Task item:
Within the data that follows, how many lines carry the string "EditedDocument"? Give the number alone.

Raw data:
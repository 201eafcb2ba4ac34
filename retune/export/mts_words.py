"""Tuning messages byte by byte (MIDI Tuning Updated Specification, CA-020, CA-021, RP-020).

Conventions
-----------
* A pitch is a float key number on the grid of A4 = 440 Hz.
* Messages are without F0 and F7; the device is 7F, all.
"""

from __future__ import annotations

from collections.abc import Mapping, Sequence

FRACTION = 16384
"""Parts of a semitone in a frequency word: 0.0061 cents."""

_HIGHEST = (0x7F << 14) | 0x3FFE
"""7F 7F 7F says "no change"; the word before it is the highest pitch."""

MOST_KEYS = 127


def frequency_word(pitch: float) -> bytes:
    """Three bytes: the key at or below, and 14 bits of the semitone above it.

    The whole number is rounded at once, so that a carry goes into the key.

    >>> frequency_word(69 - 0.1368629).hex(" "), frequency_word(68.99998).hex(" ")
    ('44 6e 3e', '45 00 00')
    """
    number = min(max(round(pitch * FRACTION), 0), _HIGHEST)
    return bytes((number >> 14, number >> 7 & 0x7F, number & 0x7F))


def word_pitch(word: bytes) -> float:
    """The pitch of a frequency word."""
    return word[0] + (word[1] << 7 | word[2]) / FRACTION


def single_notes(program: int, keys: Mapping[int, float]) -> bytes:
    """Single-note tuning change, real time (08 02): keys of a tuning program and their pitches."""
    changes = b"".join(bytes((key,)) + frequency_word(pitch) for key, pitch in keys.items())
    return bytes((0x7F, 0x7F, 0x08, 0x02, program, len(keys))) + changes


def octave(channel: int, cents: Sequence[float]) -> bytes:
    """Scale/octave tuning in its two-byte form, real time (08 09), for one channel: deviations
    of C to B from equal temperament, held within 100 cents."""
    mask = 1 << channel
    head = bytes((0x7F, 0x7F, 0x08, 0x09, mask >> 14, mask >> 7 & 0x7F, mask & 0x7F))
    body = bytearray()
    for value in cents:
        number = min(max(8192 + round(value * 8192 / 100), 0), 0x3FFF)
        body += bytes((number >> 7, number & 0x7F))
    return head + bytes(body)


def bulk(program: int, name: str, pitches: Sequence[float]) -> bytes:
    """Bulk dump of a tuning program (08 01): 128 keys. The checksum is over all bytes from 7E."""
    text = name.encode("ascii", "replace")[:16].ljust(16)
    body = bytes((0x7E, 0x7F, 0x08, 0x01, program)) + text
    body += b"".join(frequency_word(pitch) for pitch in pitches)
    check = 0
    for byte in body:
        check ^= byte
    return body + bytes((check & 0x7F,))
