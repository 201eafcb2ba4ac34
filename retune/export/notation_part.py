"""One singer's own line, cut out of the user's MusicXML; what is theirs stays as it is."""

from __future__ import annotations

from collections.abc import Iterator, Mapping

from retune.adapters.engraving_markup import Node, as_node
from retune.adapters.xml import Element
from retune.adapters.xml_editing import (
    EditedDocument,
    as_element,
    elements_in,
    elements_of,
    whole_text,
    whole_tree,
)
from retune.limits import Limits
from retune.page.engrave_part import keep_only
from retune.page.engrave_shared import add_shared, shared_directions
from retune.score.model import Part
from retune.score.musicxml.layout import PartSource, read_layout
from retune.score.musicxml.log import Log
from retune.tuning.model import TunedScore

_BREAKS = ("new-system", "new-page", "page-number", "blank-page", "staff-spacing")


class PartCutter:
    """Cuts single parts out of a score.

    Parameters
    ----------
    whole : EditedDocument
        The score; it stays as it is.
    named : mapping
        Its note elements by `Note.sources`.
    """

    def __init__(
        self,
        tuned: TunedScore,
        whole: EditedDocument,
        named: Mapping[str, Element],
        limits: Limits,
    ) -> None:
        self._tuned = tuned
        self._whole = whole
        self._limits = limits
        self._layout = read_layout(whole.root, Log())
        self._names = {id(note): source for source, note in named.items()}
        self._for_all = shared_directions(self._layout)

    def alone(self, part: Part) -> tuple[EditedDocument, Mapping[str, Element]]:
        """The document of one part, and its note elements by `Note.sources`.

        Line and page breaks of the whole score go, tempo and rehearsal marks that stand at
        another staff come; a part that shares its staff gets its own name.
        """
        source = next(one for one in self._layout if one.heading.id == part.source)
        bodies = {id(bar.body) for bar in source.bars}
        others = [
            element
            for element in self._whole.root.iterfind(".//part")
            if id(element) not in bodies and not any(id(bar) in bodies for bar in element)
        ]
        root = whole_tree(self._whole.utf8_without(others))
        cut = read_layout(as_element(root), Log())[0]
        notes = zip(_notes_of(source), _notes_of(cut), strict=True)
        named = {self._names[id(old)]: as_node(new) for old, new in notes}
        shared = sum(other.source == part.source for other in self._tuned.score.parts) > 1
        if shared:
            music = [(as_node(bar.frame), as_node(bar.body)) for bar in cut.bars]
            keep_only(self._tuned, part.index, {part.source: music}, named)
        add_shared(cut, 1 if shared else part.staff, self._for_all)
        own = next((element.get("id", "").strip() for element in root.iter("part")), "")
        _keep_listed(root, own, part, shared)
        _without_breaks(root)
        order = {id(element): index for index, element in enumerate(elements_of(root))}
        alone = EditedDocument(whole_text(root), self._limits)
        return alone, {
            name: alone.elements[order[id(note)]]
            for name, note in named.items()
            if id(note) in order
        }


def _notes_of(part: PartSource) -> Iterator[Element]:
    """The note elements of a part in order."""
    for bar in part.bars:
        yield from bar.body.iterchildren("note")


def _keep_listed(root: Node, own: str, part: Part, shared: bool) -> None:
    """The part's own entry in the part list, without brackets and the other parts.

    `own` is the id that its music bears. Where the list does not have it, as in damaged files,
    one entry stays: the schema wants one.
    """
    listed = root.find("part-list")
    if listed is None:
        return
    entries = [entry for entry in elements_in(listed) if entry.tag == "score-part"]
    kept = next((e for e in entries if e.get("id", "").strip() == own), None)
    kept = kept if kept is not None or not entries else entries[0]
    for entry in list(elements_in(listed)):
        if entry is not kept:
            _cut(entry)
        elif shared:
            _rename(entry, "part-name", part.name)
            _rename(entry, "part-abbreviation", part.abbreviation or part.name)


def _rename(entry: Node, tag: str, name: str) -> None:
    """Another printed name in the place of the part's, if it has one."""
    printed = entry.find(f"{tag}-display")
    if printed is not None:
        entry.remove(printed)
    own = entry.find(tag)
    if own is not None:
        own.text = name


def _without_breaks(root: Node) -> None:
    for element in root.iter("print", "measure"):
        for name in _BREAKS if element.tag == "print" else ("width",):
            element.attrib.pop(name, "")
        for child in element.findall("staff-layout"):
            element.remove(child)


def _cut(element: Node) -> None:
    """Take an element out of its parent."""
    parent = element.getparent()
    if parent is not None:
        parent.remove(element)
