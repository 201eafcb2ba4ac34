"""Reading a file of tuning messages back: what each key sounds, compared with the tuned pitches.

The receiver here knows the messages of the specification and nothing of how the file was made.
"""

from __future__ import annotations

from collections import defaultdict
from collections.abc import Sequence

from retune.adapters.midi import NoteOff, NoteOn, RawTrack, Sysex, read_midi_file
from retune.errors import OutputError, RetuneError
from retune.export.midi_plan import pitch_of
from retune.export.mts_words import word_pitch
from retune.export.ticks import Ticks
from retune.limits import Limits
from retune.score.model import PartKind
from retune.tuning.model import TunedScore

_BOUND, _OCTAVE_BOUND = 0.0062, 0.02
_FAULT = "This is a fault of retune; please report it with the score, if you may"


def check_mts(
    data: bytes, tuned: TunedScore, parts: Sequence[int], moves: bool, octaves: bool
) -> str:
    """Compare a file with the tuned score; a line with the greatest rounding error.

    `parts` are those of its tracks after the conductor's. Raises `OutputError` where a note is
    missing or off its pitch, at its start or, with `moves`, at the end of a segment. `octaves`
    says that all octaves of a key must sound alike.
    """
    try:
        raw = read_midi_file(data, Limits(max_bytes=len(data), max_notes=len(data)))
    except RetuneError as error:
        raise OutputError(f"the MIDI file reads back wrong: {error.what}", hint=_FAULT) from error
    assert isinstance(raw.division, int)
    ticks = Ticks(raw.division)
    worst, count = 0.0, 0
    for part, track in zip(parts, raw.tracks[1:], strict=True):
        wanted: dict[int, list[list[tuple[int, float]]]] = defaultdict(list)
        for one in tuned.notes:
            if one.note.part == part:
                ends = [(ticks.at(s.end), pitch_of(tuned, one, s)) for s in one.segments]
                wanted[ticks.at(one.note.onset)].append(ends)
        heard = sounded(track, tuned.score.parts[part].kind is PartKind.CLICK)
        for tick, notes in wanted.items():
            there = sorted(heard.get(tick, []), key=lambda line: line[0][1])
            if len(there) != len(notes):
                raise OutputError("a note is lost in the MIDI file", hint=_FAULT)
            for line, ends in zip(there, sorted(notes, key=lambda e: e[0][1]), strict=True):
                off = 100.0 * abs(line[0][1] - ends[0][1])
                for end, pitch in ends if moves else ():
                    now = [p for at, p in line if at < end] or [line[0][1]]
                    off = max(off, 100.0 * abs(now[-1] - pitch))
                worst, count = max(worst, off), count + 1
    if octaves and worst > _OCTAVE_BOUND:
        raise OutputError(
            f"a part sounds two octaves of one key {worst:.1f} cents apart, and these messages "
            "tune all octaves alike",
            hint="Use --set mts.form=single",
        )
    if worst > (_OCTAVE_BOUND if octaves else _BOUND):
        raise OutputError(f"a note reads back {worst:.4f} cents off its tuned pitch", hint=_FAULT)
    return f"read back: {count:,} notes, greatest rounding error {worst:.4f} cents"


def sounded(track: RawTrack, clicks: bool = False) -> dict[int, list[list[tuple[int, float]]]]:
    """By tick, the notes struck there: each its pitches as (tick, pitch) while it sounds."""
    pitch = {key: float(key) for key in range(128)}
    sounding: dict[int, list[tuple[int, float]]] = {}
    found: dict[int, list[list[tuple[int, float]]]] = defaultdict(list)
    for tick, event in track.events:
        match event:
            case Sysex(data):
                before = dict(pitch)
                live = _tune(data, pitch)
                for key, line in sounding.items():
                    if live and pitch[key] != before[key]:
                        line.append((tick, pitch[key]))
            case NoteOn(_, key, velocity) if velocity:
                sounding[key] = [(tick, float(key) if clicks else pitch[key])]
                found[tick].append(sounding[key])
            case NoteOn(_, key, _) | NoteOff(_, key, _):
                sounding.pop(key, None)
            case _:
                pass
    return found


def _tune(data: bytes, pitch: dict[int, float]) -> bool:
    """Obey a tuning message; whether it also moves notes that sound."""
    if data[2:4] == b"\x08\x02":
        for place in range(6, 6 + 4 * data[5], 4):
            pitch[data[place]] = word_pitch(data[place + 1 : place + 4])
    elif data[2:4] == b"\x08\x09":
        words = data[7:]
        for key in pitch:
            step = key % 12
            number = words[2 * step] << 7 | words[2 * step + 1]
            pitch[key] = key + (number - 8192) / 8192
    elif data[2:4] == b"\x08\x01":
        for key in pitch:
            pitch[key] = word_pitch(data[21 + 3 * key : 24 + 3 * key])
    return data[0] == 0x7F
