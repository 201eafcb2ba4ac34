"""The text of .scl and .kbm files.

Formats: the published descriptions of the Scala scale file and of its keyboard mappings
(huygens-fokker.org: scl_format.html; help.htm, mappings). Latin-1, line feeds, nothing after a
pitch value; cents always have a period, ratios never.
"""

from __future__ import annotations

import unicodedata
from collections.abc import Sequence
from fractions import Fraction

SCL, KBM = ".scl", ".kbm"


def scl_bytes(
    name: str, description: str, pitches: Sequence[Fraction | float], labels: Sequence[str]
) -> bytes:
    """A scale.

    Parameters
    ----------
    name : str
        The file's name with its ending, for the first comment.
    description : str
        One line.
    pitches : sequence of Fraction or float
        Exact ratios, or cents, above the unspoken 1/1; the last is the period.
    labels : sequence of str
        A name for each pitch, on a comment line above it.
    """
    lines = [f"! {name}", "!", _plain_line(description), f" {len(pitches)}", "!"]
    for pitch, label in zip(pitches, labels, strict=True):
        lines += [f"! {label}", f" {_pitch(pitch)}"]
    return _latin("\n".join(lines) + "\n")


def kbm_bytes(name: str, first_key: int, hz: float, size: int) -> bytes:
    """A mapping of all keys, `size` to the octave, with 1/1 on `first_key` at `hz`."""
    entries: list[tuple[str, str]] = [
        ("Size of the map", str(size)),
        ("First key to retune", "0"),
        ("Last key to retune", "127"),
        ("Key of the first entry, 1/1", str(first_key)),
        ("Reference key", str(first_key)),
        ("Its frequency in Hz", f"{hz:.6f}"),
        ("Scale degree of the octave", str(size)),
    ]
    lines = [f"! {name}"]
    for comment, value in entries:
        lines += [f"! {comment}", value]
    lines += ["! Scale degree of each key", *map(str, range(size))]
    return _latin("\n".join(lines) + "\n")


def _pitch(pitch: Fraction | float) -> str:
    if isinstance(pitch, Fraction):
        return f"{pitch.numerator}/{pitch.denominator}"
    return f"{pitch:.6f}"


def _plain_line(text: str) -> str:
    """One line that is no comment."""
    line = " ".join(text.split())
    return line.lstrip("! ") if line.startswith("!") else line


def _latin(text: str) -> bytes:
    """Latin-1; letters it lacks lose their accents, others become question marks."""
    return "".join(_in_latin(char) for char in text).encode("latin-1", "replace")


def _in_latin(char: str) -> str:
    return char if ord(char) < 256 else unicodedata.normalize("NFKD", char)[0]
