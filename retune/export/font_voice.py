"""Parts played by a sound font instead of the built-in voice."""

from __future__ import annotations

from pathlib import Path

import numpy as np
from numpy.typing import NDArray

from retune.adapters.soundfont import FontNote, render, require_soundfont
from retune.export.audio_mix import Player
from retune.export.midi_mix import VOICE_OOHS
from retune.export.midi_plan import pitch_of
from retune.score.model import Part, PartKind
from retune.tuning.model import TunedNote, TunedScore
from retune.voice.options import SoundOptions
from retune.voice.stems import TAIL_SECONDS, stem


def font_stem(font: Path, voices: int, rate: int) -> Player:
    """What plays a part through a sound font, `voices` being the program of those who sing.

    Clicks keep their own sound, as many fonts have no drums.

    Raises `OutputError` where the font cannot be read or there is no player for it.
    """
    require_soundfont(font)

    def play(tuned: TunedScore, part: int) -> NDArray[np.float32]:
        """One part, mono, as long as the score and its tail."""
        who = tuned.score.parts[part]
        if who.kind is PartKind.CLICK:
            return stem(tuned, part, SoundOptions(), rate)
        notes = [_font_note(tuned, one) for one in tuned.notes if one.note.part == part]
        seconds = tuned.seconds(tuned.score.end) + TAIL_SECONDS
        return render(notes, _program(who, voices), seconds, font, rate)

    return play


def _program(part: Part, voices: int) -> int:
    if part.tuned or (part.kind is PartKind.GUIDE and part.program == VOICE_OOHS):
        return voices
    return part.program or 0


def _font_note(tuned: TunedScore, one: TunedNote) -> FontNote:
    note = one.note
    return FontNote(
        tuned.seconds(note.onset),
        tuned.seconds(note.end),
        note.velocity,
        tuple((tuned.seconds(s.onset), pitch_of(tuned, one, s)) for s in one.segments),
    )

Task response:
5